The first thing I did was to try out [Serializable]. The speed was poor, and every subsequent test just produced worse results:
The methodology employed was to create a Hextille<> of radius R (0 to 99), save it and then reload it. Since there was some overhead involved in creating the file, and saving a single cell time was so small, I tossed out all the 0-radius times. I used a binary formatter to serialize.
From the above it becomes obvious that the best “serialization” technique is to simply use the default [Serializable] attribute tag. For raw speed though, nothing beat simply outputting the data as binary. More on that below. The worst result — the IXmlSerializable Interface — took nearly 10 seconds to save a Hextille<> of radius=100. One might be able to get away with that in a map editor, but for anything real-time that just won’t work.
Loading times produced interesting results:
Here, again, we see [Serializable] as the best choice for “serialization”. What I found surprising was that the loading times for using either interface method came out about the same. Still, the loading time for a Hextille<> with R=99 took nearly 25 seconds to load. That’s simply unacceptable for a game.
However, the BinaryReader was blazingly fast. So fast that I quadruple-checked to ensure it was working properly. Want to know how fast it is? When creating a Hextille<>, the constructor will link the cells together with proper path information, which also contains a reference to the destination node. Obviously you cannot serialize a reference to an object in memory, so that information is lost when saving.

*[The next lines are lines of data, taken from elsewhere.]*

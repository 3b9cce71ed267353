"""Intervals hold the truth as often as they say, over instruments drawn anew for every part.

Each part is measured five times by an instrument of its own, whose errors of magnitude and phase
are drawn from the distributions that the budget states; the readings scatter besides. The bounds
of the project, 93.5 % to 96.5 %, are for intervals of 95 %; they hold for 2,000 parts a cell
(`soak`), where the binomial spread is 0.5 %; with 200 a spread of three times 1.5 % is allowed.
"""

from collections.abc import Iterator
from dataclasses import dataclass, field
from math import cos, hypot, pi, sin, sqrt

import numpy as np
import pytest

from ohmward.metrology.coverage import coverage_factor, effective_degrees
from ohmward.metrology.errors import BadCovariance
from ohmward.metrology.immittance import gradients
from ohmward.metrology.uncertain import (
    Stated,
    UncertainImpedance,
    draw,
    first_order,
    is_curved,
    monte_carlo,
    needs_monte_carlo,
    sampled,
)

FREQUENCY_HZ = 1000.0
K_95 = 1.959964
REPEATS = 5
NOISE = 2e-4
DECADES = range(-1, 8)
# angle of a sound part, and what is judged of each kind
KINDS = {
    "capacitor": (-pi / 2 + 0.02, ("cs_f", "cp_f", "d", "rs_ohm")),
    "inductor": (pi / 2 - 0.05, ("ls_h", "lp_h", "q", "rs_ohm")),
    "resistor": (0.01, ("resistance_ohm", "impedance_ohm", "phase_rad")),
}
STATED_AT = 1.0, 0.001, 1e-9  # basic half-width in 1e-3, short in ohm, open in siemens


def _half_widths(size: float) -> Stated:
    basic, short, opened = STATED_AT
    rest = short / size + opened * size
    return Stated(magnitude_rel=1e-3 * basic + rest, phase_rad=0.8e-3 * basic + rest)


def _measured(truth: complex, stated: Stated, rng: np.random.Generator) -> UncertainImpedance:
    """Five readings of one instrument, as their mean with its scatter."""
    gain = 1 + stated.magnitude_rel * rng.uniform(-1, 1)
    angle = stated.phase_rad * rng.uniform(-1, 1)
    noise = NOISE * (rng.normal(size=REPEATS) + 1j * rng.normal(size=REPEATS))
    readings = truth * gain * np.exp(1j * angle) * (1 + noise)
    pair = np.stack([readings.real, readings.imag])
    covariance = np.cov(pair) / REPEATS
    u_r, u_x = np.sqrt(np.diag(covariance))
    return UncertainImpedance(
        frequency_hz=FREQUENCY_HZ,
        r=float(pair[0].mean()),
        x=float(pair[1].mean()),
        stated=stated,
        repeat=(float(u_r), float(u_x), float(covariance[0, 1] / (u_r * u_x))),
        degrees=REPEATS - 1,
    )


@dataclass
class Tally:
    """How often the truth was inside, and how large the errors were in units of u."""

    parts: int = 0
    held: int = 0
    straight: int = 0
    held_first_order: int = 0
    squares: float = 0.0
    widths: list[float] = field(default_factory=list)

    def add(self, other: "Tally") -> None:
        self.parts += other.parts
        self.held += other.held
        self.straight += other.straight
        self.held_first_order += other.held_first_order
        self.squares += other.squares
        self.widths += other.widths


def _tallies(parts: int, samples: int, decades: range) -> Iterator[tuple[str, str, int, Tally]]:
    """One tally for each kind, quantity and decade of |Z|."""
    for kind, (angle, quantities) in KINDS.items():
        for decade in decades:
            rng = np.random.default_rng([ord(kind[0]), decade + 5])
            found = {name: Tally() for name in quantities}
            for _ in range(parts):
                size = 10 ** (decade + rng.uniform())
                truth = size * complex(cos(angle), sin(angle))
                z = _measured(truth, _half_widths(size), rng)
                true_views = gradients(FREQUENCY_HZ, truth.real, truth.imag, quantities)
                r, x = draw(z, samples)
                for name, tally in found.items():
                    _count(tally, name, z, r, x, float(true_views[name].value))
            for name, tally in found.items():
                yield kind, name, decade, tally


def _count(
    tally: Tally,
    name: str,
    z: UncertainImpedance,
    r: np.ndarray,
    x: np.ndarray,
    truth: float,
) -> None:
    plain = first_order(name, z, K_95)
    samples = sampled(name, z, r, x)
    low, high = np.quantile(samples, (0.025, 0.975), method="inverted_cdf")
    tally.parts += 1
    tally.held += bool(low <= truth <= high)
    if is_curved(name, z, z.covariance()):
        return  # first order is not used there, and has no claim to hold
    tally.straight += 1
    tally.held_first_order += bool(plain.low <= truth <= plain.high)
    tally.squares += ((plain.value - truth) / plain.u) ** 2
    tally.widths.append(2 * plain.u_expanded / float(high - low))


def _check(parts: int, samples: int, slack: float, decades: range = DECADES) -> None:
    whole: dict[tuple[str, str], Tally] = {}
    print("\nkind      quantity        decade   MC %   GUM %  GUM/MC  rms(e/u)")
    for kind, name, decade, tally in _tallies(parts, samples, decades):
        share = tally.held / parts
        print(f"{kind:10}{name:16}{decade:4}   {100 * share:6.2f}", end="")
        assert 0.935 - slack <= share <= 0.965 + slack, (kind, name, decade)
        if tally.straight < parts / 2:
            print("   curved")
            continue
        first, rms = tally.held_first_order / tally.straight, sqrt(tally.squares / tally.straight)
        width = float(np.median(tally.widths))
        print(f" {100 * first:6.2f}  {width:6.3f}  {rms:6.3f}")
        assert first >= 0.935 - slack, (kind, name, decade)
        assert width <= 1.25, (kind, name, decade)
        assert 0.85 - slack <= rms <= 1.15 + slack, (kind, name, decade)
        whole.setdefault((kind, name), Tally()).add(tally)
    for (kind, name), tally in whole.items():
        # five decades or more together have less than half of the binomial spread
        share = tally.held / tally.parts
        assert 0.935 - slack / 2 <= share <= 0.965 + slack / 2, (kind, name)
        assert tally.held_first_order / tally.straight >= 0.935, (kind, name)
        assert 0.85 <= sqrt(tally.squares / tally.straight) <= 1.15, (kind, name)


@pytest.mark.slow
def test_intervals_hold_the_truth_as_often_as_they_say() -> None:
    """200 parts a cell: three binomial standard deviations of 0.0147 are allowed for."""
    _check(200, 1000, 0.045, DECADES[::2])


@pytest.mark.soak
def test_intervals_hold_the_truth_as_often_as_they_say_with_many_parts() -> None:
    _check(2000, 5000, 0.0)


def test_one_rectangular_error_makes_first_order_too_wide() -> None:
    """U of a rectangular ±δ is 0.9545·δ, not 2δ/√3 (JCGM 101:2008, 9.2)."""
    z = UncertainImpedance(
        frequency_hz=1e3, r=100.0, x=0.0, stated=Stated(magnitude_rel=1e-3, phase_rad=0.0)
    )
    assert needs_monte_carlo("resistance_ohm", z)
    assert first_order("resistance_ohm", z).u_expanded == pytest.approx(0.2 / sqrt(3))
    found = monte_carlo("resistance_ohm", z)
    assert found.u_expanded == pytest.approx(0.0954500, rel=1e-3)
    assert found.k == pytest.approx(0.9545 * sqrt(3), rel=1e-3)


def test_a_normal_error_needs_none_and_both_agree() -> None:
    z = UncertainImpedance(
        frequency_hz=1e3, r=100.0, x=-2000.0, normal={"calibration": (0.5, 1.0, 0.4)}
    )
    assert not needs_monte_carlo("cs_f", z)
    one, other = first_order("cs_f", z), monte_carlo("cs_f", z)
    assert other.u_expanded == pytest.approx(one.u_expanded, rel=2e-3)
    assert other.low == pytest.approx(one.low, rel=1e-5)


def test_few_repeats_follow_students_t() -> None:
    """JCGM 101:2008, 6.4.9: the mean of n readings is a scaled t with n − 1 degrees."""
    z = UncertainImpedance(frequency_hz=1e3, r=100.0, x=50.0, repeat=(0.01, 0.02, 0.0), degrees=4)
    assert monte_carlo("resistance_ohm", z).u_expanded == pytest.approx(0.01 * 2.869, rel=1.5e-2)
    assert first_order("resistance_ohm", z).k == pytest.approx(2.869, abs=1e-3)


def test_a_value_below_three_u_needs_monte_carlo() -> None:
    z = UncertainImpedance(frequency_hz=1e3, r=0.5, x=-1000.0, normal={"all": (0.4, 0.4, 0.0)})
    assert needs_monte_carlo("d", z)
    assert not needs_monte_carlo("cs_f", z)


# Student's t for 95.45 %, JCGM 100:2008, table G.2
@pytest.mark.parametrize(
    ("degrees", "k"), [(1, 13.97), (2, 4.53), (5, 2.65), (10, 2.28), (50, 2.05), (np.inf, 2.0)]
)
def test_coverage_factors_of_the_guide(degrees: float, k: float) -> None:
    assert coverage_factor(degrees) == pytest.approx(k, abs=0.006)


def test_effective_degrees_of_the_guides_example() -> None:
    """JCGM 100:2008, H.1.6: end gauge, ν_eff = 16 from these four contributions (nm)."""
    parts = ((25.0, 18.0), (9.7, 25.6), (2.9, 50.0), (16.6, 2.0))
    u = hypot(*(part[0] for part in parts))
    assert int(effective_degrees(u, parts)) == 16
    assert effective_degrees(1.0, ((0.0, 0.0), (0.5, np.inf))) == np.inf


def test_an_estimate_without_degrees_of_freedom_is_none() -> None:
    with pytest.raises(BadCovariance):
        effective_degrees(1.0, ((0.5, 0.0),))
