"""The part of a brief that is about danger: what is charged, how far, and how it is freed."""

from collections.abc import Iterable, Sequence

from rich.console import Console
from rich.table import Table

from ohmward.output.wording import duration
from ohmward.safety.hazard import Grade, Hazard, Threshold
from ohmward.sequence.brief import (
    Brief,
    LeakageFloor,
    PlannedAbsorption,
    PlannedDirect,
    PlannedLeakage,
    PlannedProof,
    PlannedReform,
    PlannedResistance,
)
from ohmward.units.values import format_quantity

GRADES = {
    Grade.NONE: "none",
    Grade.LIVE: "live",
    Grade.HAZARDOUS: "hazardous",
    Grade.SEVERE: "severe",
}


def show(console: Console, brief: Brief) -> None:
    """Dangers, what is done under voltage, and the leakage that the bench can see."""
    direct = [stage for stage in brief.stages if isinstance(stage, PlannedDirect)]
    dangerous = [one for one in (*brief.hazards, *brief.nodes) if one.needs_authorisation]
    if dangerous:
        console.print()
        console.print(_hazard_table(dangerous))
        console.print()
        for line in _thresholds(dangerous):
            console.print(line, markup=False, highlight=False, soft_wrap=True)
    if dangerous or direct:
        console.print(attendance(brief), markup=False, highlight=False, soft_wrap=True)
    if direct:
        console.print()
        console.print(_direct_table(direct))
    if brief.floors:
        console.print()
        console.print(_floor_table(brief.floors))
        missing = sorted({what for floor in brief.floors for what in floor.not_stated})
        if missing:
            text = f"Not in it, because nobody states it: {', '.join(missing)}."
            console.print(text, markup=False, highlight=False, soft_wrap=True)


def attendance(brief: Brief) -> str:
    """Whether somebody must stay, in a sentence."""
    said = "May be left alone" if brief.attendance.unattended else "A person stays"
    told = f"{said}: {'; '.join(brief.attendance.because)}."
    if brief.needs_authorisation:
        told += " Needs --authorised-by NAME."
    return told


def _table(*headings: str) -> Table:
    table = Table(box=None, pad_edge=False, header_style="bold")
    for heading in headings:
        table.add_column(heading)
    return table


def _hazard_table(hazards: Sequence[Hazard]) -> Table:
    table = _table(
        "what", "peak", "energy", "charge", "short", "discharge", "into resistor", "danger"
    )
    for one in hazards:
        grade = GRADES[one.grade] + (", reflex" if one.reflex else "")
        table.add_row(
            one.name,
            _said(one.peak_v, "V"),
            _said(one.energy_j, "J"),
            _said(one.charge_c, "C"),
            _said(one.prospective_a, "A"),
            duration(one.discharge_s) if one.discharge_s >= 10 else _said(one.discharge_s, "s"),
            _said(one.resistor_pulse_j, "J"),
            grade + (", burns" if one.burn else ""),
        )
    return table


def _thresholds(hazards: Iterable[Hazard]) -> list[str]:
    """The thresholds that are passed, each once, with who says so."""
    passed: dict[str, Threshold] = {
        reason.name: reason for one in hazards for reason in one.reasons
    }
    return [
        f"{one.name}: above {format_quantity(one.value, one.unit)}, {one.source}"
        + ("" if one.confirmed else ", from memory")
        for one in passed.values()
    ]


def _direct_table(stages: Sequence[PlannedDirect]) -> Table:
    table = _table("part", "position", "stage", "voltage", "ramp", "what", "time")
    for stage in stages:
        table.add_row(
            stage.part.part_id,
            stage.part.position,
            stage.stage,
            _voltage(stage),
            _said(stage.ramp_v_per_s, "V/s"),
            what_is_done(stage),
            duration(stage.duration_s),
        )
    return table


def _voltage(stage: PlannedDirect) -> str:
    if isinstance(stage, PlannedReform) and len(stage.voltages_v) > 1:
        return f"{_said(stage.voltages_v[0], 'V')} to {_said(stage.voltages_v[-1], 'V')}"
    return _said(stage.source_v, "V")


def what_is_done(stage: PlannedDirect) -> str:
    """One planned stage under voltage or current, in a few words."""
    if isinstance(stage, PlannedLeakage):
        return f"soak {duration(stage.soak_s)}, read at {_times(stage.read_at_s)}"
    if isinstance(stage, PlannedReform):
        return (
            f"{len(stage.voltages_v)} voltages, {duration(stage.hold_s)} each at least, on below "
            f"{_said(stage.next_below_a, 'A')}, {duration(stage.budget_s)} at most"
        )
    if isinstance(stage, PlannedProof):
        return f"dwell {duration(stage.dwell_s)}, {stage.attempts} attempts"
    if isinstance(stage, PlannedAbsorption):
        return (
            f"charge {duration(stage.charge_s)}, short {duration(stage.short_s)}, read at "
            f"{_times(stage.read_at_s)}"
        )
    if isinstance(stage, PlannedResistance):
        return f"{_said(stage.current_a, 'A')}, {stage.repeats} readings"
    return ""


def _floor_table(floors: Sequence[LeakageFloor]) -> Table:
    table = _table("part", "stage", "voltage", "after", "leakage seen from", "range")
    worst: dict[tuple[str, str], LeakageFloor] = {}
    for floor in floors:
        known = worst.setdefault((floor.part_id, floor.stage), floor)
        if floor.floor_a > known.floor_a:
            worst[floor.part_id, floor.stage] = floor
    for one in worst.values():
        seen = _said(one.floor_a, "A")
        if one.range_a is None:
            seen = "none: no range takes what flows"
        elif not one.bypass_shown:
            seen = "none: the bypass cannot be shown open"
        table.add_row(
            one.part_id,
            one.stage,
            _said(one.voltage_v, "V"),
            duration(one.since_voltage_s),
            seen,
            "-" if one.range_a is None else _said(one.range_a, "A"),
        )
    return table


def _times(times_s: Iterable[float]) -> str:
    return ", ".join(duration(time_s) for time_s in times_s)


def _said(value: float, unit: str) -> str:
    return format_quantity(value, unit, 3)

To fix this, one has to re-link the references at load time. This re-linking isn’t included in the timing for [Serializable], ISerializable, or IXmlSerializable. Only the BinaryReader loading technique implemented the re-linking (so I could check it was importing properly). The time above for BinaryReader includes the re-linking. It’s that fast.
["All Programming Is An Exercise In Caching" -- Terje Mathisen]
“Okay”, I hear you think, “But what if the data is fitting nicely into the file cache when using the BinaryReader?” Well, that’s a good point. Outputting just the binary loses all type information, and everything is nicely aligned and small. What about that?
That’s obviously not the issue. A Hextille<> with a radius=250 has 188251 vertices and 1126500 edges and still it only took about 2.5 seconds to handle.
Even with the BinaryReader/Writer being the clear winner for storing or transmitting data, I still see uses for going with the [Serialization] attribute method. Losing type information is a big deal in situations where you may not know how the object was originally stored. It’s also ridiculously simple to add support to a project. I am a big fan of the fire-and-forget methodology, and so I will be revisiting using [Serialization] in the future.
Using XML to store data that doesn’t need to be edited by a human with a text-editor is a bad idea. There’s very little benefit, and if you’re going to go that route you might as well use something like JSON, provided you don’t need to store dictionaries that aren’t <string,object>. (There may be a fix for that, I’m still looking and will report back when I know with any certainty).
Overall, the most surprising thing was that using the ISerializable Interface turned out to be slower than the built-in method. I would have figured it to be faster since you control exactly how the object gets serialized. In a future post I’ll track down exactly why this is the case.